As at the Latest Practicable Date, none of the Directors has entered into or proposed to enter into any service contract with the Company which will not expire or may not be terminated by the Company within a year without payment of any compensation (other than statutory compensation).

LITIGATION

As at the Latest Practicable Date, no member of the Group was engaged in any litigation or claims of material importance and, so far as the Directors are aware, no litigation or claims of material importance are pending or threatened by or against any member of the Group.

MISCELLANEOUS

  • (a) The registered office of the Company is situated at Clarendon House, 2 Church Street, Hamilton HM 11, Bermuda.

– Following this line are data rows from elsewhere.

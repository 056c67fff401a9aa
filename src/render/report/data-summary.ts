import { medianSorted } from 'simple-statistics';
import type { LineageView } from './document-view.js';

/** The facts about one lineage's data that a reader needs before the model table. */
export interface DataSummary {
  readonly horizons: number;
  /** Elapsed time from the oldest to the youngest horizon, t_m, in the lineage's time unit. */
  readonly span: number;
  /** Oldest and youngest stratigraphic position as read (ages, times or heights). */
  readonly firstPosition: number | null;
  readonly lastPosition: number | null;
  /** Shortest and longest interval between consecutive horizons. */
  readonly shortestInterval: number;
  readonly longestInterval: number;
  /** Specimens per horizon: smallest, median, largest, and total. */
  readonly specimens: { readonly smallest: number; readonly median: number; readonly largest: number; readonly total: number };
  /** Youngest minus oldest horizon mean, x_m - x_0. */
  readonly netChange: number;
  /** Largest minus smallest horizon mean. */
  readonly rangeOfMeans: number;
  /** Sample variance of the horizon means (n - 1 divisor). */
  readonly varianceOfMeans: number;
  /** Root of the average sampling variance, sqrt(mean e_i): a typical standard error of a horizon mean. */
  readonly typicalStandardError: number;
  /** |net change| / typical standard error. */
  readonly changeToError: number | null;
  /** mean e_i / variance of the means: the share of the spread among means that sampling error alone would produce. */
  readonly samplingShare: number | null;
  /** Horizons with zero sampling variance (their mean is taken as exact). */
  readonly exactHorizons: number;
  /** Horizons whose age was extrapolated beyond the age model's ties. */
  readonly extrapolatedHorizons: number;
}

function numbers(values: readonly (number | null)[]): number[] {
  return values.map((value) => (value === null ? Number.NaN : value));
}


/**
 * Summarise a lineage's data as fit.json holds it: span and spacing of the
 * horizons, sample sizes, and how large sampling error is against the
 * observed change. The ratio of average sampling variance to the variance of
 * the means is common practice for judging whether the means vary more than
 * sampling alone would make them vary (a ratio near or above 1 means most of
 * the spread could be sampling error).
 *
 * @example
 * // Means 1, 2, 4 at t = 0, 1, 3 with e_i = 0.01: net change 3, typical standard error 0.1, change to error 30.
 * const lineage = lineageFromArrays({ section: 'A', trait: 'x', time: [0, 1, 3], mean: [1, 2, 4], samplingVariance: [0.01, 0.01, 0.01] });
 * const provenance = { tool: 'stratotrend', version: '0.1.0', inputs: [], options: {} };
 * const document = asFitDocument(fitDocument([fitLineage(lineage, [strictStasis], { intervals: false })], provenance, [], 'classic'));
 * const summary = summariseData(document.lineages[0]);
 * [summary.netChange, summary.typicalStandardError, summary.changeToError]; // [3, 0.1, 30]
 * summary.samplingShare; // 0.004285714285714286 (to 1e-15; 0.01 / (7/3), the variance of the means)
 */
export function summariseData(lineage: LineageView): DataSummary {
  const time = numbers(lineage.data.time);
  const mean = numbers(lineage.data.mean);
  const sampling = numbers(lineage.data.sampling_variance);
  const count = numbers(lineage.data.n);
  const size = mean.length;
  let shortest = Number.POSITIVE_INFINITY;
  let longest = 0;
  for (let i = 1; i < size; i++) {
    const step = time[i] - time[i - 1];
    shortest = Math.min(shortest, step);
    longest = Math.max(longest, step);
  }
  const average = mean.reduce((sum, value) => sum + value, 0) / size;
  const varianceOfMeans = size > 1 ? mean.reduce((sum, value) => sum + (value - average) ** 2, 0) / (size - 1) : 0;
  const averageSampling = sampling.reduce((sum, value) => sum + value, 0) / size;
  const typicalStandardError = Math.sqrt(averageSampling);
  const netChange = mean[size - 1] - mean[0];
  const sortedCounts = [...count].sort((left, right) => left - right);
  const positions = lineage.data.position;
  return {
    horizons: size,
    span: time[size - 1] - time[0],
    firstPosition: positions[0] ?? null,
    lastPosition: positions[size - 1] ?? null,
    shortestInterval: size > 1 ? shortest : 0,
    longestInterval: longest,
    specimens: {
      smallest: sortedCounts[0],
      median: medianSorted(sortedCounts),
      largest: sortedCounts[size - 1],
      total: count.reduce((sum, value) => sum + value, 0),
    },
    netChange,
    rangeOfMeans: Math.max(...mean) - Math.min(...mean),
    varianceOfMeans,
    typicalStandardError,
    changeToError: typicalStandardError > 0 ? Math.abs(netChange) / typicalStandardError : null,
    samplingShare: varianceOfMeans > 0 ? averageSampling / varianceOfMeans : null,
    exactHorizons: sampling.filter((value) => value === 0).length,
    extrapolatedHorizons: lineage.data.extrapolated.filter(Boolean).length,
  };
}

The head office and principal place of business of the Company is at 1st Floor, Hing Lung Commercial Building, 68 Bonham Street East, Hong Kong.

  • (b) The company secretary and qualified accountant of the Company is Mr. Chan Chi Ngai, John. Mr. Chan is an associate member of the Hong Kong Society of Accountants and a fellow member of Association of Chartered Certified Accountants. He is also a Certified Public Accountant in Hong Kong.

  • (c) The English version of this circular shall prevail over the Chinese text.